Tophat2 with GTF annotation file made from blast results
1
0
Entering edit mode
5.0 years ago

Hi!

The goal of my subproject is to find transcripts upregulated upon treatment in the larvae of Spodoptera littoralis. On the current step I have an assembly, and the tblastx results (assembly against the huge database from NCBI). In order to continue with annotation I transformed blast results into gtf file (wrote a python script that also does cutoff and then write results into gtf format). The gtf file looks like this:

Slitt_C1    tblastx exon    4225    5697    667 +   .   gene_id "gi|827554818|ref|XM_004929801.2|"; transcript_id "gi|827554818|ref|XM_004929801.2|";


After that aligned the reads to the assembly by bowtie2, and tried to run tophat2.

~/bin/tophat2 -G bowtie_result/Slitt.gtf -o tophat_with_annotation/ -p 16 bowtie_result/Slitt ../02_trim/A_R1_P.fq ../02_trim/A_R2_P.fq


And I got the error:

[2016-07-28 11:05:14] Beginning TopHat run (v2.1.1)
-----------------------------------------------
[2016-07-28 11:05:14] Checking for Bowtie
Bowtie version:        2.2.8.0
[2016-07-28 11:05:15] Checking for Bowtie index files (genome)..
[2016-07-28 11:05:15] Checking for reference FASTA file
[2016-07-28 11:05:15] Generating SAM header for bowtie_result/Slitt
[2016-07-28 11:05:15] Reading known junctions from GTF file
[2016-07-28 11:08:38] Building transcriptome data files transcriptome_index/Slitt
[2016-07-28 11:08:42] Building Bowtie index from Slitt.fa
[FAILED]
Error: Couldn't build bowtie index with err = 1


After looking into the log file, the last thing tophat was trying to do was to run bowtie2-build on the Slitt.fa from the temp folder.

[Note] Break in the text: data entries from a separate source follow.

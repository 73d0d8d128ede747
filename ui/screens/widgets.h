// DrawKit — small drawing helpers shared by the screens: text placed on
// whole pixels (so glyphs stay crisp under the nearest-texel rasterizer),
// the state shapes (▲ sharp, ▼ flat, ● in tune, ◇ centre, ■/□ on/off), and
// the tuning state of a deviation with its colour, shape and word.
#pragma once

#include "ui/render/imgui_host.h"

#include <imgui.h>

#include <cstdint>
#include <string>
#include <string_view>
#include <vector>

namespace beatless::ui {

enum class Tuning { in_tune, sharp, flat };

Tuning tuning_of(double dev_cents, double in_tune_cents) noexcept;
std::uint32_t tuning_colour(Tuning t) noexcept;   // palette.h
std::string_view tuning_word(Tuning t) noexcept;  // "in tune", "sharp", "flat"

// The face's size in pixels as the host built it.
float font_px(FontFace face);
ImFont* font_of(FontFace face);
ImVec2 text_size(FontFace face, std::string_view text);

// Draws text with its top-left corner at pos, rounded to whole pixels.
void draw_text(ImDrawList* dl, FontFace face, ImVec2 pos, std::uint32_t colour, std::string_view text);
// The same, centred horizontally on x.
void draw_text_centred(ImDrawList* dl, FontFace face, float x, float y, std::uint32_t colour, std::string_view text);

// State shapes, centred on c with half-size r.
void draw_tuning_shape(ImDrawList* dl, Tuning t, ImVec2 c, float r, std::uint32_t colour);    // ▲ ▼ ●
void draw_diamond(ImDrawList* dl, ImVec2 c, float r, std::uint32_t colour, float thickness);  // hollow ◇
void draw_square(ImDrawList* dl, ImVec2 c, float r, std::uint32_t colour, bool filled);       // ■ or □
void draw_warning_sign(ImDrawList* dl, ImVec2 c, float r, std::uint32_t colour);              // a triangle with "!"

// A panel's background (palette::kPanel, rounded corners), top-left at (x0, y0).
void draw_panel(ImDrawList* dl, float x0, float y0, float w, float h);
// The text, cut at a character boundary with an ellipsis so it fits max_w pixels.
std::string fit_text(FontFace face, const std::string& text, float max_w);
// The words of text in lines of at most max_w pixels (a word longer than a line is cut by fit_text).
std::vector<std::string> wrap_lines(FontFace face, std::string_view text, float max_w);

// Formats with a true minus sign (U+2212) for negative values: "+12", "\u221212".
std::string signed_text(double v, int decimals);
// A verdict's readout right-aligned at `right`: the word over its unit line, the state's shape, the number
// (large at ty while live; medium at ny with "last" before it otherwise). Shared by the Practice views.
void draw_verdict_readout(ImDrawList* dl, float right, float ty, float ny, Tuning t, bool live, const std::string& word,
                          const std::string& num, const std::string& unit);

}  // namespace beatless::ui
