constexpr KeyHelp kPracticeKeys[] = {
    {"Marker",
     "the verdict: your vibrato's centre once a cycle is heard, your pitch before; head up sharp, down flat, disc in "
     "tune"},
    {"Small triangle", "below the lane: your pitch now, while the marker shows the centre"},
    {"Envelope", "right: the beat of the two partials that meet; wider lobes, slower beats"},
    {"Yellow line", "in the trace: the current target"},
    {"V", "two voices (a double stop, a duet): the interval is the verdict, the beat the measured one"},
};

// The verdict's note, spelled over the root as typed (7/4 over C is Bb);
// the equal-tempered name when the root text cannot be spelled from.
pitch::NoteAboveRoot note_of(const AppState& app, double f0_hz) {
    try {
        return pitch::spell_hz_above_root(app.settings().root, f0_hz, app.settings().a4_hz);
    } catch (const Error&) {
        const pitch::NearestNote n = pitch::hz_to_note(f0_hz, app.settings().a4_hz);
        pitch::NoteAboveRoot out;
        out.name = n.name;
        out.offset_cents = n.offset_cents;
        return out;
    }
}

const char* source_text(const Verdict& v) { return v.source == VerdictSource::centre ? "vibrato centre" : "pitch now"; }

const char* quiet_word(const Verdict& v) {
    switch (v.state) {
        case VerdictState::uncertain: return "unsure";
        case VerdictState::unpitched: return "no pitch";
        default: return "silent";
    }
}

class PracticeScreen final : public Screen {
public:
    PracticeScreen() : points_(4096) {
        range_.reserve(4096);  // 10 s at a 5 ms hop is 2000 readings
        std::snprintf(root_buf_, sizeof root_buf_, "A2");
    }
    ScreenId id() const override { return ScreenId::practice; }
    std::span<const KeyHelp> keys() const override { return kPracticeKeys; }
    void build(AppState& app, const ScreenArea& area, double dt_s) override;

private:
    void header(AppState& app, ImDrawList* dl, float x0, float y0, float w, float h);
    void lane(AppState& app, ImDrawList* dl, float x0, float y0, float w, float band_h);
    void info_line(AppState& app, ImDrawList* dl, float x0, float y0, float w);
    void trace(AppState& app, ImDrawList* dl, float x0, float y0, float w, float h);
    void beat_cue(AppState& app, ImDrawList* dl, float x0, float y0, float w, float h);
    void controls(AppState& app);

    std::vector<ImVec2> points_;  // trace polyline scratch, sized once
    DuoScratch duo_;              // the two-voice view's scratch
    std::vector<double> range_;   // the trace's recent pitches, for its range; reserved once
    struct Label {
        float y;  // the line's row
        std::string text;
        bool current;
        float placed = 0;  // the label's row after spreading
    };
    std::vector<Label> labels_;
    char root_buf_[32];
    double trace_centre_cents_ = NAN;  // follows the current target
};

// ---------------------------------------------------------------------------
// [SECTION] Header
// ---------------------------------------------------------------------------

void PracticeScreen::header(AppState& app, ImDrawList* dl, float x0, float y0, float w, float h) {
    const float u = ui_unit();
    const Verdict& v = app.verdict();
    const bool known = v.known();
    const bool live = v.current();
    const bool fixed = app.settings().choice == TargetChoice::fixed;
    // Left: the target's ratio, large, and its name.
    std::string ratio, name;
    if (known) {
        ratio = app.target_ratio_text(v.reading);
        name = app.target_name_text(v.reading);
    } else {
        const pitch::Target& t = app.targets().targets[static_cast<std::size_t>(app.fixed_index())];
        ratio = t.interval.str();
        name = t.name;
    }
    if (ratio.empty()) ratio = "\xE2\x80\x93";
    const float large = font_px(FontFace::large);
    const float ty = y0 + std::round(0.5f * (h - large));
    draw_text(dl, FontFace::large, ImVec2(x0, ty), live ? palette::kText : palette::kTextDim, ratio);
    const float nx = x0 + text_size(FontFace::large, ratio).x + std::round(0.9f * u);
    const float medium = font_px(FontFace::medium);
    const float ny = ty + std::round(0.08f * large);
    draw_text(dl, FontFace::medium, ImVec2(nx, ny), live ? palette::kText : palette::kTextDim,
              name.empty() ? std::string("target") : name);
    std::string sub = fixed ? "fixed target  \xE2\x86\x90 \xE2\x86\x92 to change,  N for nearest"
                            : "nearest target in " + app.targets().title;
    draw_text(dl, FontFace::body, ImVec2(nx, ny + medium + std::round(0.25f * u)), palette::kTextDim, sub);

    // Right: the verdict in cents, with the state's shape and word; when it
    // is not current, the last value in dim text and why.
    const float right = x0 + w;
    if (!known) {
        const std::string idle = !app.engine_running()                ? "no input"
                                 : v.state == VerdictState::unpitched ? "no pitch"
                                                                      : "listening\xE2\x80\xA6";
        draw_text(dl, FontFace::medium, ImVec2(right - text_size(FontFace::medium, idle).x, y0 + 0.5f * (h - medium)),
                  palette::kTextDim, idle);
        return;
    }
    const Tuning t = tuning_of(v.dev_cents, app.settings().in_tune_cents);
    const std::string word = live ? std::string(tuning_word(t)) : std::string(quiet_word(v));
    const std::string num = (live ? "" : "last ") + signed_text(v.dev_cents, 0);
    const std::string unit = live ? std::string("cents, ") + source_text(v) : std::string("cents");
    draw_verdict_readout(dl, right, ty, ny, t, live, word, num, unit);
}

// ---------------------------------------------------------------------------
// [SECTION] Lane
// ---------------------------------------------------------------------------

void PracticeScreen::lane(AppState& app, ImDrawList* dl, float x0, float y0, float w, float band_h) {
    LaneView v;
    v.in_tune_cents = app.settings().in_tune_cents;
    v.verdict = &app.verdict();
    v.trail = &app.trace();
    draw_lane(dl, x0, y0, w, band_h, v);
}

void PracticeScreen::info_line(AppState& app, ImDrawList* dl, float x0, float y0, float w) {
    const float u = ui_unit();
    (void)w;
    const Verdict& v = app.verdict();
    if (v.state == VerdictState::unpitched) {
        // Sound without a pitch the tracker follows: most often a note below its floor.
        char hint[160];
        std::snprintf(hint, sizeof hint,
                      "sound without a pitch: below the lowest note (%.0f Hz)? set Settings \xE2\x86\x92 Lowest note",
                      app.settings().lowest_hz);
        draw_text(dl, FontFace::body, ImVec2(x0, y0), palette::kWarning, hint);
        return;
    }
    if (!v.known() || !(v.f0_hz > 0.0)) return;
    const bool live = v.current();
    const std::uint32_t strong = live ? palette::kText : palette::kTextDim;
    // The same pitch as the verdict: its equal-tempered note and frequency.
    const pitch::NoteAboveRoot n = note_of(app, v.f0_hz);
    char buf[160];
    float x = x0;
    auto put = [&](FontFace f, std::uint32_t col, const std::string& s, float gap) {
        draw_text(dl, f, ImVec2(x, y0), col, s);
        x += text_size(f, s).x + gap;
    };
    if (!live) put(FontFace::body, palette::kTextDim, "last:", 0.6f * u);
    put(FontFace::body, palette::kTextDim, source_text(v), 1.0f * u);
    std::snprintf(buf, sizeof buf, "%s %s c", n.name.c_str(), signed_text(n.offset_cents, 0).c_str());
    put(FontFace::body, palette::kTextDim, "equal temperament", 0.4f * u);
    put(FontFace::bold, strong, buf, 1.5f * u);
    std::snprintf(buf, sizeof buf, "%.1f Hz", v.f0_hz);
    put(FontFace::bold, strong, buf, 1.5f * u);
    put(FontFace::body, palette::kTextDim, "confidence", 0.4f * u);
    std::snprintf(buf, sizeof buf, "%.0f %%", 100.0 * v.reading.confidence);
    put(FontFace::bold, live && v.reading.confidence >= 0.8 ? palette::kText : palette::kTextDim, buf, 1.5f * u);
    if (std::isfinite(v.reading.steadiness_cents)) {
        put(FontFace::body, palette::kTextDim, "spread", 0.4f * u);
        std::snprintf(buf, sizeof buf, "%.0f c", v.reading.steadiness_cents);
        put(FontFace::bold, strong, buf, 1.5f * u);
    }
}

// ---------------------------------------------------------------------------
// [SECTION] Trace
// ---------------------------------------------------------------------------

I already checked the names in the assembly and annotation, it is all the same, so mistake is coming from something else. I would appreciate any tips how to get blast results into the expression level file (of course I can run a script for assigning the regions of scaffolds to the specific annotations, but it will take a lot of time).

Thank you!

RNA-Seq Tophat Bowtie blast • 1.7k views
0
Entering edit mode

Even though it won't fix this problem I am thinking to use STAR.

0
Entering edit mode

Would be a good idea, although it might satisfy you to solve the problem ;-)

0
Entering edit mode

Is the Slitt.fa file in the same directory as your bowtie index (bowtie_result)? If not try putting a copy in there.

0
Entering edit mode

yep, I guess I tried all the standard solutions there are in the internet.

0
Entering edit mode

You may want align against the genome (rather than the transcriptome) so as to avoid forcing the aligner to mis-align reads, especially in this case where you don't have a well defined transcriptome.

0
Entering edit mode

In the perfect world I would. However, there is no genome for this or even close related species.

1
Entering edit mode

TopHat is deprecated to some extent so perhaps using STAR or HISAT2 (if you want to stay with the same family) may be better option as you have already indicated.

I would recommend that you try BBMap. If you do use it then remember to add flag sam=1.3 since the default SAM flags are v. 1.4 which are not understood by featureCounts/HTSeq-count.

0
Entering edit mode
5.0 years ago
EagleEye 7.0k
• Have you first tried to build Bowtie index on your genome file before running Tophat ? We might get some some clue if you try.

• Also check Chromosome names, whether it matches between GTF and your genome FASTA file.

0
Entering edit mode

Bowtie2-build and bowtie worked perfectly before tophat2 step. It only did not work during tophat process. The names of the chromosomes are the same everywhere, I checked it several times.